From the entries below, tally how many lines contain "then" and report only that figure.

[Start of section]

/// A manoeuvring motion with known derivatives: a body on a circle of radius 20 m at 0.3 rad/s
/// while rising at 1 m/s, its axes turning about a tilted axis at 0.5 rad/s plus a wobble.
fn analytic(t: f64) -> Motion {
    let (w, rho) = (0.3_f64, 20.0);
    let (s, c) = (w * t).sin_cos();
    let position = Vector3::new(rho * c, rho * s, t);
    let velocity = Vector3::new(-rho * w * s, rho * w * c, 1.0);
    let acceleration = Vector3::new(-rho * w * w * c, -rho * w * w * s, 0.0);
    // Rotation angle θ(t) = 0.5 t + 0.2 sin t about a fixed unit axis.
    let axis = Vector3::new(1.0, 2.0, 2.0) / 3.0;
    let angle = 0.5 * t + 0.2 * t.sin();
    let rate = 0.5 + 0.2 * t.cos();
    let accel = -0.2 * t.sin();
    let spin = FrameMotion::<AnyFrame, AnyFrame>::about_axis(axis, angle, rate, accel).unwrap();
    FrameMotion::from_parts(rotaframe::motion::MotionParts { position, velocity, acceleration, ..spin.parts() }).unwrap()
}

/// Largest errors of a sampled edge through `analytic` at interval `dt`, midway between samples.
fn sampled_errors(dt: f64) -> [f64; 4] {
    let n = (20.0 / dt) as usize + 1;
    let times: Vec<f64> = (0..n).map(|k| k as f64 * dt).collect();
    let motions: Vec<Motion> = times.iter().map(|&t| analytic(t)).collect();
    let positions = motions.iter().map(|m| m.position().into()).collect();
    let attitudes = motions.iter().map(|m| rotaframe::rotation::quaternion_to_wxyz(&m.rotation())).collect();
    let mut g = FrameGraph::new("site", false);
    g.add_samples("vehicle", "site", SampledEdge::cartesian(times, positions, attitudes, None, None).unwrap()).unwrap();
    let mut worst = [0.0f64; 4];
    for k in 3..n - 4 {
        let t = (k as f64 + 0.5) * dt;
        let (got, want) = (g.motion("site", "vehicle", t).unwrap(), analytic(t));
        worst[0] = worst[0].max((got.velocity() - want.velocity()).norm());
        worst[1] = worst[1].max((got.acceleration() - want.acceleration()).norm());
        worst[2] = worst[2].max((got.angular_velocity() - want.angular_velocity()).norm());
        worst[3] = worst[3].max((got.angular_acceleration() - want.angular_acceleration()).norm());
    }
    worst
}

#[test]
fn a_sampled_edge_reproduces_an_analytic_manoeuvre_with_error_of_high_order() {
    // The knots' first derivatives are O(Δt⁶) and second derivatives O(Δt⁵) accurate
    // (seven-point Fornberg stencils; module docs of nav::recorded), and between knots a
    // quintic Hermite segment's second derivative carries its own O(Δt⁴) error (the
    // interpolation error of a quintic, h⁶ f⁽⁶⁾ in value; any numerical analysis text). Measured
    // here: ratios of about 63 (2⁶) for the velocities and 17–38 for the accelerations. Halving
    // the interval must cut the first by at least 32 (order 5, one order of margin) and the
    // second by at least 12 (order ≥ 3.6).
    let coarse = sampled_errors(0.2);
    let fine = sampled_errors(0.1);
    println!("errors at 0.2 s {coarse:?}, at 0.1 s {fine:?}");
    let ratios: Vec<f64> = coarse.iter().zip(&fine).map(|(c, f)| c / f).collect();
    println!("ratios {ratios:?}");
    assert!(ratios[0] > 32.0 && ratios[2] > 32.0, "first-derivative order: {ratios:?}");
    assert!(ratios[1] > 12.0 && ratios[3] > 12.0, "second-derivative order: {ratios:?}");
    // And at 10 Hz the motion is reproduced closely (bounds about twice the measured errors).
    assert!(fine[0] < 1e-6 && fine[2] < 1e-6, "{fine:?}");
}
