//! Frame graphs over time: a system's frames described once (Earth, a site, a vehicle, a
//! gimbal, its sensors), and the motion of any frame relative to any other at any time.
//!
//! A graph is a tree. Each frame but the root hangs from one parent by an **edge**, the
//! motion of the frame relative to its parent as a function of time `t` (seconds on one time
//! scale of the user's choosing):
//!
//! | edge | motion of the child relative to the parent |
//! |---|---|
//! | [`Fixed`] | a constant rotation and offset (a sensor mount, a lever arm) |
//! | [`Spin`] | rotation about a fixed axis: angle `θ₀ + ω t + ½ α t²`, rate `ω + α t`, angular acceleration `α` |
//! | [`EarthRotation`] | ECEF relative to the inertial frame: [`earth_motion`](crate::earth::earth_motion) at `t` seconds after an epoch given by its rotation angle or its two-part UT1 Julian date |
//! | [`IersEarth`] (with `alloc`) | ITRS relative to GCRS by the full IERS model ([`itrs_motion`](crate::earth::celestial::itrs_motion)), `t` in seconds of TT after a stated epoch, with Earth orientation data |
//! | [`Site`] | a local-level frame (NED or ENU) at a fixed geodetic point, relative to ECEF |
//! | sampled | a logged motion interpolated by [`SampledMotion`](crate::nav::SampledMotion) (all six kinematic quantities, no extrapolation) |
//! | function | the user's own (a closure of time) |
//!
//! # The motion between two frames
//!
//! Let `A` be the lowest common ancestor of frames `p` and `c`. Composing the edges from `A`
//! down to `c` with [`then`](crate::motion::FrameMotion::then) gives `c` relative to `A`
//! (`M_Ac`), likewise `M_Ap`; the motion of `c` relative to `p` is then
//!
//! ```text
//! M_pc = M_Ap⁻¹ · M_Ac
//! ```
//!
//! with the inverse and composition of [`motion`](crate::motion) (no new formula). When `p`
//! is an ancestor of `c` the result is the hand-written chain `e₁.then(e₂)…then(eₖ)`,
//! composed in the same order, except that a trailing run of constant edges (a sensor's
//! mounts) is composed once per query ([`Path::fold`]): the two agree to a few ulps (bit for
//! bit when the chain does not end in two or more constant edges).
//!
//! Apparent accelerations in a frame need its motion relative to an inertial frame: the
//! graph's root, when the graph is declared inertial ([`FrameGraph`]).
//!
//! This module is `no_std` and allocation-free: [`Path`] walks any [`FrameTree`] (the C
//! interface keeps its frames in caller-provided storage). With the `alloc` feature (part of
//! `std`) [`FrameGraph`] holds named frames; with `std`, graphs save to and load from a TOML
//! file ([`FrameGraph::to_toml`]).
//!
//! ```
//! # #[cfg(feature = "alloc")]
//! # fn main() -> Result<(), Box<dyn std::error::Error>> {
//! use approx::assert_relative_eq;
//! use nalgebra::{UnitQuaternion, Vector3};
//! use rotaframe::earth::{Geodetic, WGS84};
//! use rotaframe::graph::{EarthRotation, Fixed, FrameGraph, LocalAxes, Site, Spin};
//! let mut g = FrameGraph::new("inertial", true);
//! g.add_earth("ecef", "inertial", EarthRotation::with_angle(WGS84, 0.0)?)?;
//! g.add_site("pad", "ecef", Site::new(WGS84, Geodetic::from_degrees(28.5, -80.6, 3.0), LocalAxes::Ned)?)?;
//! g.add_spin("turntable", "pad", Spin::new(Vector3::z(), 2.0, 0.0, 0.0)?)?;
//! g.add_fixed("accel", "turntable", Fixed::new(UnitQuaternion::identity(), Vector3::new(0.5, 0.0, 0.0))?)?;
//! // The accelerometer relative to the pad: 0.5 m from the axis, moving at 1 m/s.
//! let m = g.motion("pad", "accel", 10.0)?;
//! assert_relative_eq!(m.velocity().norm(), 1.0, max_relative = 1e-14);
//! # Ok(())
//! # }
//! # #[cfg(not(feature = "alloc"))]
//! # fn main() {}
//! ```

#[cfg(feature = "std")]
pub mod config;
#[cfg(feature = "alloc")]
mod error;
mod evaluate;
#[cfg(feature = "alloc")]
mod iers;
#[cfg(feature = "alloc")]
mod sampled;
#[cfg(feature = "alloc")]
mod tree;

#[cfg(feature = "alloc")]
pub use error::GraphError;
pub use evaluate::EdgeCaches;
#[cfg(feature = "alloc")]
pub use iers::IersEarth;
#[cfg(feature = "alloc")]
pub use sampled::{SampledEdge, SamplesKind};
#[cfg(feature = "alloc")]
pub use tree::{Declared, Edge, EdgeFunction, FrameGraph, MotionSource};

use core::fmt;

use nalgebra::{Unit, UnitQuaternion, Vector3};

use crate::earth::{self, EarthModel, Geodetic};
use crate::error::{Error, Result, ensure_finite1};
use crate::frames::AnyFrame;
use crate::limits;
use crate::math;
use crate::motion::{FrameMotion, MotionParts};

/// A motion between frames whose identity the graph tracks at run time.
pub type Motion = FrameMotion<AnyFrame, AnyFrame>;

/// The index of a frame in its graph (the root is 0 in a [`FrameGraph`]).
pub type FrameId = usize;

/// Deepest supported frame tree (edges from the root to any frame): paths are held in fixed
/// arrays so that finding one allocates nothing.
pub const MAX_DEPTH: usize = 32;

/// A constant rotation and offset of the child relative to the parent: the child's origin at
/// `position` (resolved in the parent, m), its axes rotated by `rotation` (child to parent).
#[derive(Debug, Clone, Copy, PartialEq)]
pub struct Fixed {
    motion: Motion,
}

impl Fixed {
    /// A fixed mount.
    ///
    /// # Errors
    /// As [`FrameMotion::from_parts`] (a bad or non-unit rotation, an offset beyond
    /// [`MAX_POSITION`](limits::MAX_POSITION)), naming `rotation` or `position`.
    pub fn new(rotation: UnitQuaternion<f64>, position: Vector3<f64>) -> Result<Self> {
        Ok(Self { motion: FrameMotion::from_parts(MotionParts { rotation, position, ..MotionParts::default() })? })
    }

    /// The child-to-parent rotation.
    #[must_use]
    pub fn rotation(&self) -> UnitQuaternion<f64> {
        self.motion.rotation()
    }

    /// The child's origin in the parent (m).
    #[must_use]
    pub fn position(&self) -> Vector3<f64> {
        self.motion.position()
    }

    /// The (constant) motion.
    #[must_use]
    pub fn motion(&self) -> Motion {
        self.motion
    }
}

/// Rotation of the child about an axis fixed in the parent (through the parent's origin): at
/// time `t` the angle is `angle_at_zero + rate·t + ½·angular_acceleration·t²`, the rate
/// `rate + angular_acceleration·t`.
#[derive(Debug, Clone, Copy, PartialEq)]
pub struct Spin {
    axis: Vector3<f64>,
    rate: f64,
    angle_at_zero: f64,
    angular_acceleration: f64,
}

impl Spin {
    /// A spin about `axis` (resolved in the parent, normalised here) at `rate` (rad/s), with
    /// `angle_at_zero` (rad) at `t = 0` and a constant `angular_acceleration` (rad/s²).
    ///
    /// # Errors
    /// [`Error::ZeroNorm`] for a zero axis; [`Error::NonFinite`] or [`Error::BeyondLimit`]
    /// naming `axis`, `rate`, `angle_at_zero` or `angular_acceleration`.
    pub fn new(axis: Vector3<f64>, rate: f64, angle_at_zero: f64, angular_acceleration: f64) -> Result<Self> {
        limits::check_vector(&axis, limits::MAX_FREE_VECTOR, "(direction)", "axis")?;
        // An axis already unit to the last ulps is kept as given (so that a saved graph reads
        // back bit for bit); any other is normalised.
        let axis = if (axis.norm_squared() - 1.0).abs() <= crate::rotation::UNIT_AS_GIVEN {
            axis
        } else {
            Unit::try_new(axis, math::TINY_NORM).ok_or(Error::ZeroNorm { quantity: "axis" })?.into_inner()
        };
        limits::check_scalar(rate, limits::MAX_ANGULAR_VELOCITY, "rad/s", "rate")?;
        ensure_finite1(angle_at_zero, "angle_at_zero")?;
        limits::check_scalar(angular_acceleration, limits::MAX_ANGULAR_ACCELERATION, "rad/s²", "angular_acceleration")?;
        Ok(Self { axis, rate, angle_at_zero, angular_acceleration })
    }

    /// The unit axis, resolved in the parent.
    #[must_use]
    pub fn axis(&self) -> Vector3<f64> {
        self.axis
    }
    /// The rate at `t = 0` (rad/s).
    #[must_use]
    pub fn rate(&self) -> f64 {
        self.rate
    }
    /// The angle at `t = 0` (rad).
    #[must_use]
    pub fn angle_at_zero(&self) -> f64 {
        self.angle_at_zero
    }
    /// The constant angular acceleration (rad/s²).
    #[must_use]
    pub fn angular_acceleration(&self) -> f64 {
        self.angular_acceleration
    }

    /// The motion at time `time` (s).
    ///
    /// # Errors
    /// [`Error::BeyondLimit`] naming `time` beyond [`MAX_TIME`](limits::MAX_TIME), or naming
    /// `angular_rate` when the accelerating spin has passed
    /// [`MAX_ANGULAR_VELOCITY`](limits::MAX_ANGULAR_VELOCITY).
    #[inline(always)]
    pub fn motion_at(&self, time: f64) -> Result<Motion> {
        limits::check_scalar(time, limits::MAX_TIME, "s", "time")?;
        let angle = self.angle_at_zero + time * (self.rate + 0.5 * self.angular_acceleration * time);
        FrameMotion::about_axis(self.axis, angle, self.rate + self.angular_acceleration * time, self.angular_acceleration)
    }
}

[End of section]

# Exercise solution
3